Это практическая сторона настоящего, как его понимал Ленин, а не искаженного "ренегатскими" толкованиями марксизма, вообще доминировала во всех его произведениях, писавшихся в защиту надлежащим образом понимаемого марксизма. Ленин был больше его апологет, чем его исследователь, а потому и оставил гораздо меньше материала для дальнейшей разработки теории, чем Плеханов, который, наоборот, как политический деятель, с точки зрения Ленина, вошел в группу "социал-фашистов" вместе с Каутским в Германии, с Гедом во -Франции, Вандервельдом в Бельгии и другими видными социалистами всех стран. Весьма естественно, что при такой исключительной ортодоксальности Ленина, представленное им направление марксизма получило название "ленинизма".

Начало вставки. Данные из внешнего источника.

def _normal(values: np.ndarray[Any, Any]) -> bool:
    """Every value finite and, if nonzero, not below the floating-point range."""
    if not np.isfinite(values).all():
        return False
    tiny = (values != 0.0) & (np.abs(values) < SMALLEST_NORMAL)
    return not bool(tiny.any())


def _ids(batch: Any, column: int | None) -> tuple[str | None, ...] | None:
    """The household ids as text, stripped; empty ones None (as the reference reader)."""
    if column is None:
        return None
    values = batch.column(column)
    if values.type != pa.string():
        values = values.cast(pa.string())
    return tuple(v or None for v in pc.utf8_trim_whitespace(values).to_pylist())


def csv_blocks(file: Any, columns: Columns, width: int, delimiter: str, decimal_mark: str,
               *, first_row: int = 1) -> Iterator[HouseholdChunk]:
    """Blocks of a CSV upload (past its header) read by pyarrow, as household chunks whose
    ``rows`` start at ``first_row``; :class:`_NotColumnar` (with the rows given so far) at the
    first block that is not read by the rules."""
    names = [f"c{j}" for j in range(width)]
    numeric = columns.items + [j for j in (columns.expenditure_column, columns.weight_column)
                               if j is not None]
    wanted = sorted({*numeric, *([] if columns.id_column is None else [columns.id_column])})
    types = {names[j]: pa.string() if j == columns.id_column else pa.float64() for j in wanted}
    include = [names[j] for j in wanted]
    at = {j: k for k, j in enumerate(wanted)}  # file column -> column of the batches
    try:
        reader = pacsv.open_csv(
            file, read_options=pacsv.ReadOptions(skip_rows=1, column_names=names,
                                                 block_size=BLOCK_BYTES),
            parse_options=pacsv.ParseOptions(delimiter=delimiter, quote_char=False,
                                             ignore_empty_lines=False),
            convert_options=pacsv.ConvertOptions(column_types=types, include_columns=include,
                                                 decimal_point=decimal_mark,
                                                 strings_can_be_null=False))
    except (pa.ArrowInvalid, OSError):
        raise _NotColumnar from None
    row = first_row
    while True:
        try:
            batch = reader.read_next_batch()
        except StopIteration:
            return
        except (pa.ArrowInvalid, OSError):
            raise _NotColumnar from None
        shares = _shares(batch, [at[j] for j in columns.items])
        extra = {name: None if j is None else np.array(batch.column(at[j]).to_numpy(
                     zero_copy_only=False), dtype=np.float64)  # a copy: the core may write
                 for name, j in (("expenditure", columns.expenditure_column),
                                 ("weight", columns.weight_column))}
        if not _all_numbers(batch, [at[j] for j in numeric]) or not _normal(shares) or not all(
                _normal(v) for v in extra.values() if v is not None):
            raise _NotColumnar
        rows = np.arange(row, row + batch.num_rows, dtype=np.int64)
        yield HouseholdChunk(
            rows=rows, shares=shares,
            expenditure=extra["expenditure"], weights=extra["weight"],
            ids=_ids(batch, None if columns.id_column is None else at[columns.id_column]),
            records=rows + 1)
        row += batch.num_rows
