def _nonlinear_step(system: ShareSystem, theta: Vector, target: Matrix, chol: Matrix,
                    sqrt_w: Vector, log_p: Matrix, log_m: Vector) -> Vector:
    m = target.shape[1]

    def residuals(th: Vector) -> Vector:
        with np.errstate(all="ignore"):
            e = target - system.shares(th, log_p, log_m)[:, :m]
            r = (_whiten(chol, e) * sqrt_w[:, None]).ravel()
        return np.where(np.isfinite(r), r, _PENALTY)

    def jacobian(th: Vector) -> Matrix:
        with np.errstate(all="ignore"):
            j = system.jacobian(th, log_p, log_m)[:, :m, :]
            out = -(_whiten(chol, j) * sqrt_w[:, None, None]).reshape(-1, th.size)
        return np.where(np.isfinite(out), out, 0.0)

    start = residuals(theta)
    if not np.all(start < _PENALTY):
        raise NumericalFailure("fit", "the model cannot be evaluated at the starting values "
                               "(a share left the floating-point range)")
    result = least_squares(residuals, theta, jac=jacobian, method="lm", x_scale="jac",
                           xtol=1e-12, ftol=1e-12, gtol=1e-12, max_nfev=200 * (theta.size + 1))
    if result.status <= 0:
        raise NumericalFailure("fit", f"the nonlinear least-squares search did not converge: "
                               f"{result.message}")
    if not np.all(np.abs(result.fun) < _PENALTY):
        raise NumericalFailure("fit", "the search ended where the model cannot be evaluated")
    return np.asarray(result.x, dtype=np.float64)


def _weighted_covariance(resid: Matrix, weights: Vector) -> Matrix:
    return (resid * weights[:, None]).T @ resid / float(weights.sum())
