def _check_gamma(gamma: Any, n: int) -> Matrix:
    if gamma is None:
        raise InvalidInput("gamma", f"is required: give a symmetric {n} by {n} matrix")
    g = _checks.square_matrix("gamma", gamma, n)
    tol = _checks.ADDING_UP_TOLERANCE
    rows = g.sum(axis=1)
    bad = np.flatnonzero(np.abs(rows) > tol)
    if bad.size:
        i = int(bad[0])
        raise InvalidInput(
            "gamma", f"each row must sum to 0 (homogeneity of degree zero in prices and income); "
            f"row {i} sums to {rows[i]:.6g}", i,
        )
    cols = g.sum(axis=0)
    bad = np.flatnonzero(np.abs(cols) > tol)
    if bad.size:
        j = int(bad[0])
        raise InvalidInput(
            "gamma", f"each column must sum to 0 (adding-up of the budget shares); column {j} "
            f"sums to {cols[j]:.6g}", j,
        )
    _checks.symmetric("gamma", g)
    return g


def _check_sums_to(name: str, values: Any, n: int, total: float) -> Vector:
    if values is None:
        raise InvalidInput(name, f"is required: give {n} values, one per item")
    arr = _checks.vector(name, values, size=n)
    s = float(arr.sum())
    if abs(s - total) > _checks.ADDING_UP_TOLERANCE:
        raise InvalidInput(
            name, f"must sum to {total:g} (adding-up of the budget shares, within 1e-6); "
            f"it sums to {s:.10g}",
        )
    return arr


@_finite_result
def _calibrated_alpha(
    base: BaseBudget,
    gamma: Matrix,
    beta: Vector,
    lam: Vector,
    alpha0: float,
    beta0: float,
    lam_name: str,
) -> Vector:
    """The intercepts that make the model's shares at ``(p0, m0)`` equal ``w0``.

    ``alpha = d - beta y - (lambda / b0) y^2`` with ``d = w0 - gamma ln p0``; substituting it
    into ``y = ln m0 - ln a(p0)`` gives ``A y^2 - s y + R = 0`` with ``A = lambda(p0) / b(p0)``,
    ``s = 1 - beta . ln p0``, ``R = ln m0 - alpha0 - 1/2 ln p0' gamma ln p0 - d . ln p0``.
    """
    lnp0 = np.log(base.prices)
    d = base.shares - gamma @ lnp0
    r = math.log(base.expenditure) - alpha0 - 0.5 * float(lnp0 @ gamma @ lnp0) - float(d @ lnp0)
    s = 1.0 - float(beta @ lnp0)
    ln_b0 = math.log(beta0) + float(beta @ lnp0)
    if not abs(ln_b0) < _LOG_LIMIT:
        raise NumericalFailure("b(p0)", "the price aggregate b(p) overflows at the base prices")
    b0 = math.exp(ln_b0)
    a = float(lam @ lnp0) / b0
    if a == 0.0:
        if s == 0.0:
            raise InvalidInput(
                "beta", "the base shares cannot be matched: sum_k beta_k ln p0_k equals 1, so "
                "the base shares do not depend on alpha's level; change beta or the price units"
            )
        y = r / s
    else:
        disc = s * s - 4.0 * a * r
        if disc < 0.0:
            raise InvalidInput(
                lam_name, "no intercepts alpha reproduce the base shares with these lambda "
                "coefficients (the calibrating quadratic has no real root); make lambda smaller "
                "or give alpha"
            )
        q = s + math.copysign(math.sqrt(disc), s)
        # q = 0 only when s = 0 and disc = 0, i.e. R = 0: the double root is y = 0.
        y = 2.0 * r / q if q != 0.0 else 0.0
    return d - beta * y - lam * (y * y / b0)


def _income_domain_rule(income: float, log_a: float, b: float, lam_p: float) -> str:
    # b + lambda y > 0 bounds y = ln(m / a) on one side: y > -b / lambda or y < -b / lambda.
    ln_bound = log_a - b / lam_p
    side = "above" if lam_p > 0.0 else "below"
    bound = f"{math.exp(ln_bound):.6g}" if abs(ln_bound) < _LOG_LIMIT else f"exp({ln_bound:.6g})"
    return (
        f"at these prices the QUAIDS cost function is defined only for incomes {side} {bound} "
        f"(where b(p) + lambda(p) ln(m / a(p)) > 0); income {income:.10g} is outside that range"
    )


def _utility_domain_rule(u: float, lam_p: float) -> str:
    side = "below" if lam_p > 0.0 else "above"
    return (
        f"at these prices the QUAIDS cost function is defined only for living standards u "
        f"{side} 1 / lambda(p) = {1.0 / lam_p:.6g} (where 1 - lambda(p) u > 0); u = {u:.10g} "
        "cannot be reached at these prices"
    )
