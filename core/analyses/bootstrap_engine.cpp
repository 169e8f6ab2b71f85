#include "analyses/bootstrap_engine.hpp"

#include "analyses/decision_curve.hpp"
#include "resampling/interval_choice.hpp"
#include "metrics/logistic_recalibration.hpp"
#include "metrics/metric_reading.hpp"
#include "resampling/panel_acceleration.hpp"
#include "resampling/random_stream.hpp"
#include "resampling/weighted_panel.hpp"

#include <algorithm>
#include <atomic>
#include <cmath>
#include <exception>
#include <limits>
#include <mutex>
#include <thread>

namespace plumbline {

namespace {

constexpr double undefinedValue = std::numeric_limits<double>::quiet_NaN();

// Everything a worker reads: prepared once, shared read-only.
struct PreparedModel {
    ModelSupport support;
    FitStart start;
    std::vector<std::size_t> curvePoints; // support indices of the full curve's predicted risks
};

struct Shared {
    const Cohort& cohort;
    const BootstrapSettings& settings;
    std::vector<PreparedModel> models{};
    std::vector<std::uint32_t> eventRows{}, nonEventRows{};
    std::vector<double> rocRates{};
    LoessOptions loess{};
    // Results, written by replicate index: [model][metric or point][replicate].
    std::vector<std::array<std::vector<double>, PanelMetricCount>> values{};
    std::vector<std::vector<std::vector<double>>> curves{};
    std::vector<std::vector<std::vector<double>>> rocs{};
    std::vector<std::size_t> redraws{};
    // Paired pieces: net benefit per [model][threshold][replicate], NRI parts per [pair][part][replicate].
    std::vector<double> thresholds{};
    std::vector<PairMoves> pairs{};
    std::vector<std::vector<std::vector<double>>> netBenefit{};
    std::vector<double> decisionThresholds{};
    std::vector<std::vector<std::vector<double>>> decision{}; // [model][threshold][replicate]
    std::vector<std::array<std::vector<double>, 4>> pairValues{};
};
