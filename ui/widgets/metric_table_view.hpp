#pragma once

#include "widgets/copyable_table_view.hpp"

namespace plumbline {

// The metric table: the metric's name and each model's estimate keep the width of their text;
// the models' readings share the rest of the width and wrap, so every model's reading stays on
// screen in a narrow window.
class MetricTableView : public CopyableTableView {
    Q_OBJECT
public:
    explicit MetricTableView(QWidget* parent = nullptr);
    void setModel(QAbstractItemModel* model) override;

protected:
    void resizeEvent(QResizeEvent* event) override;

private:
    void fitColumns();
};

} // namespace plumbline
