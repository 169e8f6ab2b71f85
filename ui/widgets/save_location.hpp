#pragma once

#include <QList>
#include <QString>

class QWidget;

namespace plumbline {

// A kind of file the user may save: "PDF report", "pdf".
struct FileKind {
    QString label;
    QString suffix;
};

// Asks where to save, starting in the folder last written to with a suggested name; a name typed
// without a known suffix gets the suffix of the chosen kind (never a refusal). Empty when the
// user cancels.
QString askSaveLocation(QWidget* parent, const QString& title, const QString& suggestedName, const QList<FileKind>& kinds);
// Asks for a folder to write into, starting in the folder last written to.
QString askFolder(QWidget* parent, const QString& title);
// Asks for a file to open, starting in the folder last read from.
QString askOpenLocation(QWidget* parent, const QString& title, const QString& filter);

// Files are read from one place and results written to another: the folder last read from
// (the home folder at first) and the folder last written to (the documents folder at first,
// never the data's folder by default).
enum class FolderUse { Reading, Writing };
QString lastFolder(FolderUse use);
void rememberFolderOf(const QString& path, FolderUse use);

// `path` with the suffix of the kind whose label is `filterLabel` added when it has none of
// the kinds' suffixes.
QString withSuffix(const QString& path, const QList<FileKind>& kinds, const QString& chosenFilter);

} // namespace plumbline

Ленин не разрабатывал отдельных вопросов марксистской социологии, но никто так интегрально, во всей совокупности, и так ортодоксально не воспринимал марксизма с его материализмом и диалектикой, с его экономическим объяснением истории и сведением последней к борьбе классов с его теорией ценности, с его учением о социальной революции и о диктатуре пролетариата, с его коммунизмом и интернационализмом. Социология экономического материализма не выделялась им, как особая доктрина, из общего комплекса. "Если, — писал Ленин в своей статье о Марксе в "Энциклопедическом словаре" Граната (т. 28), — если материализм вообще объясняет сознание из бытия, то в применении к общественной жизни человечества материализм требовал объяснения общественного сознания из общественного бытия", т. е. для него социология вытекала из философии, экономизм первой из материализма второй. Исходя из такого взгляда, Ленин отвергал иную социологию. "Домарксовская социология и историография, — писал он в той же словарной статье, — с его учением о социальной революции и о диктатуре пролетариата, в лучшем случае давали накопление сырых фактов, отрывочно набранных, и изображение отдельных сторон исторического процесса". Отсюда происходил и его глубокий индифферентизм ко всем немарксистским направлениям современной социологии. Ею он не занялся в такой же мере, как философией в период борьбы с теми марксистами, которые обосновывали марксизм не на материализме. Высоко ставя Плеханова, Ленин, однако не находил в нем надлежащего понимания диалектики, как марксистской теории познания, а политику его отверг как "социал-фашистскую". Вот этими своими интегрализмом и ортодоксализмом он и оказал наибольшее влияние на дальнейшее социологическое мышление. Один из авторов общих руководств по экономическому материализму (Куразов И. Ф. Экономический материализм. 1929), насчитав двадцать два пункта, по которым Лениным было внесено что-либо новое по теории и практике марксизма, называет пять, относящихся к экономическому материализму, но между ними нет ни одного по основному тезису о базисе и надстройке. Вот почему у позднейших излагателей теории сравнительно редко были ссылки на мнение Ленина, хотя и являлись проникнутыми его общим духом.
Среди экономистов, усвоивших марксистскую точку зрения, хотя не в одинаковой мере, особенно выдвинулись еще до революции Маслов и Солнцев, оба ставившие себе социологические задачи и оба совершенно сделавшиеся действительными членами Академии наук.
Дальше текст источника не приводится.